- _EXERCISE OBJECTIVE_: Some lines in the entries contain the word "alone". Copy all of them.

- _Stored data entries_:
★ ★ ★

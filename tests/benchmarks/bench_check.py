"""What a check costs: checked decisions per second, and against the bare simulation.

Run alone: ``python tests/benchmarks/bench_check.py``. The bare simulation plays the same
stimulus to the same compiled model, without benches, Python or a second batch. Both
are measured in one run, in seconds of processor time, the best of a few rounds each.
Bound: a check costs at most 4 times the bare simulation.
"""

from __future__ import annotations

import os
import sys
import time
from pathlib import Path
from tempfile import TemporaryDirectory

sys.path.insert(0, str(Path(__file__).parents[2]))

from behavgen.check.check import check
from behavgen.check.harness import harness_macros, top_text
from behavgen.check.preparation import plan_check, prepare_blocks
from behavgen.check.simulation import CompiledCheck, play
from behavgen.emit.systemverilog import systemverilog
from behavgen.simulators.icarus import find_icarus
from tests.example_models import full_model

MODEL = full_model()
ROUNDS = 3
MOST_RATIO = 4.0


def processor_s() -> float:
    """Return the processor time of this process and of all that it has waited for."""
    spent = os.times()
    return spent.user + spent.system + spent.children_user + spent.children_system


def whole_check(folder: Path) -> tuple[float, float, int]:
    """Return processor and wall time of a check in s, and its decisions."""
    begin, clock = processor_s(), time.perf_counter()
    report = check(MODEL, systemverilog(MODEL), folder=folder)
    assert report.passed
    return processor_s() - begin, time.perf_counter() - clock, report.decisions


def bare_simulation(folder: Path) -> float:
    """Return the processor time in s of the simulator alone at the same stimulus."""
    bare = CompiledCheck(icarus=find_icarus(), work=folder, logs=folder)
    plan = plan_check(MODEL, seed=1, jobs=2)
    text = systemverilog(MODEL).text
    top = top_text(MODEL, plan.runs)
    assert bare.compile(MODEL.cell.name, text, top, harness_macros(MODEL, text)).code == 0
    blocks = prepare_blocks(MODEL, plan, folder, seed=1)
    begin = processor_s()
    assert bare.simulate("bare", *play(0, blocks[-1].run.index)).code == 0
    return processor_s() - begin


def main() -> int:
    """Print the figures; return 1 when the bound is exceeded."""
    with TemporaryDirectory() as folder:
        checks = [whole_check(Path(folder)) for _ in range(ROUNDS)]
        bare_s = min(bare_simulation(Path(folder)) for _ in range(ROUNDS))
    check_s, wall_s, decisions = min(checks)
    ratio = check_s / bare_s
    print(f"{decisions} decisions checked in {wall_s:.2f} s, {check_s:.2f} s of processor time")
    print(f"{decisions / wall_s:.0f} checked decisions per second")
    print(f"bare simulation {bare_s:.2f} s of processor time, {decisions / bare_s:.0f} per second")
    print(f"ratio {ratio:.2f}, at most {MOST_RATIO:g}")
    return int(ratio > MOST_RATIO)


if __name__ == "__main__":
    sys.exit(main())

★ ★ ★

- _REPLY_:
Run alone: ``python tests/benchmarks/bench_check.py``. The bare simulation plays the same
    """Return the processor time in s of the simulator alone at the same stimulus."""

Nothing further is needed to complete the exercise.